Preciso falar sobre ela.



Ela é de câncer, é morena,
tem o sorriso mais lindo desse mundo,
que só fica evidente quando acorda cedinho,
me olha, sorri e volta a dormir.
Eu fico a noite inteira acordado,
faço contas com as moedas do meu bolso,
pra sonhar em quantos anos suados vou poder
te levar pra nossa casa, com aquela mesa de jantar
rustica do jeito que você gosta, com uma penteadeira
bem bonita, e um lugar para colocar nossas fotos.
Ter um hamster e um cachorro? Ou só um hamster?
Eu não sei, pelas minhas moedas, só um ratinho mesmo.
Nunca planejei mais do que um mês da minha vida,
agora me vejo enxergando uma vida inteira,
viagens que ainda faremos, os lugares que
vamos odiar, os lugares onde vamos morar,
e os que só vamos olhar pela janela do trem.

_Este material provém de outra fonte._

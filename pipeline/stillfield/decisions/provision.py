"""Whole stills for the people of some places: area, number, capital and yearly cost, together and per person."""

from __future__ import annotations

from dataclasses import dataclass

import numpy as np
from numpy.typing import ArrayLike

from stillfield.decisions.cost import ENDS, Array, Band, StillCost, annual_cost

#: Areas closer than this share of one still to a whole number of stills need no further still.
_WHOLE_STILLS = 1e-9


@dataclass(frozen=True)
class Provision:
    """Stills for the people of some places. Shapes follow the places; NaN where the area is not known.

    Attributes
    ----------
    area_per_person_m2, area_per_household_m2, area_m2 : ndarray
        Basin area needed by a person, a household, all people. [m2]
    stills : ndarray
        Whole stills for all people together. [1]
    stills_per_household : ndarray
        Whole stills when every household has its own. [1]
    area_built_m2 : ndarray
        Basin area of `stills`. [m2]
    capital, annual_cost : Band
        Of the area built. [money], [money a-1]
    capital_per_person, annual_cost_per_person : Band
        The same per person; NaN where nobody lives. [money], [money a-1]
    """

    area_per_person_m2: Array
    area_per_household_m2: Array
    area_m2: Array
    stills: Array
    stills_per_household: Array
    area_built_m2: Array
    capital: Band
    annual_cost: Band
    capital_per_person: Band
    annual_cost_per_person: Band


def number_of_stills(area_m2: ArrayLike, unit_area_m2: float) -> Array:
    """Whole stills that give at least an area.

    Parameters
    ----------
    area_m2 : float or ndarray
        Basin area needed. [m2]
    unit_area_m2 : float
        Basin area of one still. [m2]

    Returns
    -------
    ndarray, shape of `area_m2`
        Whole numbers; NaN where the area is not known. [1]

    Examples
    --------
    >>> number_of_stills([0.0, 2.0, 2.1], 1.0)
    array([0., 2., 3.])
    """
    stills: Array = np.ceil(np.asarray(area_m2, np.float64) / unit_area_m2 - _WHOLE_STILLS) + 0.0
    return stills


def provide(
    cost: StillCost, area_per_person_m2: ArrayLike, people: ArrayLike, people_per_household: ArrayLike = 5.0
) -> Provision:
    """Stills, capital and yearly cost for the people of some places.

    The area per person comes from sizing, where the availability belongs as well. Whole stills are paid for.

    Parameters
    ----------
    cost : StillCost
        Prices, lives, upkeep and the area of one still.
    area_per_person_m2 : float or ndarray
        Basin area each person needs. [m2]
    people : float or ndarray
        People of each place. [1]
    people_per_household : float or ndarray
        [1]

    Returns
    -------
    Provision

    Examples
    --------
    >>> from stillfield.decisions.cost import Part
    >>> still = StillCost((Part("still", 100.0, 10.0),), interest=0.0, unit_area_m2=2.0)
    >>> village = provide(still, 1.1, 41.0)
    >>> float(village.stills), float(village.stills_per_household), float(village.capital.central)
    (23.0, 3.0, 4600.0)
    """
    person, count, household = np.broadcast_arrays(
        *(np.asarray(value, np.float64) for value in (area_per_person_m2, people, people_per_household))
    )
    stills = number_of_stills(person * count, cost.unit_area_m2)
    built = stills * cost.unit_area_m2
    years = [annual_cost(cost, end) for end in ENDS]
    capital = Band(*(built * year.capital for year in years))
    yearly = Band(*(built * year.total for year in years))
    return Provision(
        area_per_person_m2=person, area_per_household_m2=person * household, area_m2=person * count, stills=stills,
        stills_per_household=number_of_stills(person * household, cost.unit_area_m2), area_built_m2=built,
        capital=capital, annual_cost=yearly,
        capital_per_person=_each(capital, count), annual_cost_per_person=_each(yearly, count),
    )


def _each(band: Band, people: Array) -> Band:
    somebody = np.where(people > 0.0, people, np.nan)
    return Band(band.low / somebody, band.central / somebody, band.high / somebody)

Sua mãe passa pela sala e nos olha deitados
na cama, você dormindo e eu te observando,
é tão bom ter uma segunda casa, uma segunda
família, sempre tenho medo de estar dando
trabalho demais para eles, mas família é pra atrapalhar,
não é mesmo? Bom, eu acho que sim.
Da ultima vez que eu nos apresentei enchi meu peito
para falar “Nós”, “Nós somos namorados!”, impactante,
ouço um “que bonitinhos!”, abro um sorriso de orelha a
orelha enquanto ela cora inteira. É tão estranho,
como eu aprendi a me desapegar de coisas bobas,
como falar “eu”, era tudo “eu” isso , “eu” aquilo,
agora somos nós, NÓS, plural, bonito, não é ? Bonitinhos.
Enquanto você dorme e de cinco em cinco minutos
me manda dormir também, eu penso no quanto você
me salvou, em quantas vezes você beijou minhas feridas
para elas sararem, em quanta paciência você tem comigo,
e no quanto você me faz bem.
Uma lagrima cai, e você acorda, fala pra mim,
 “chora não mor”, eu dou uma risada, e falo “besta”,
você sorri, e me salva novamente do mar de lagrimas
por onde navega tranquila minha felicidade.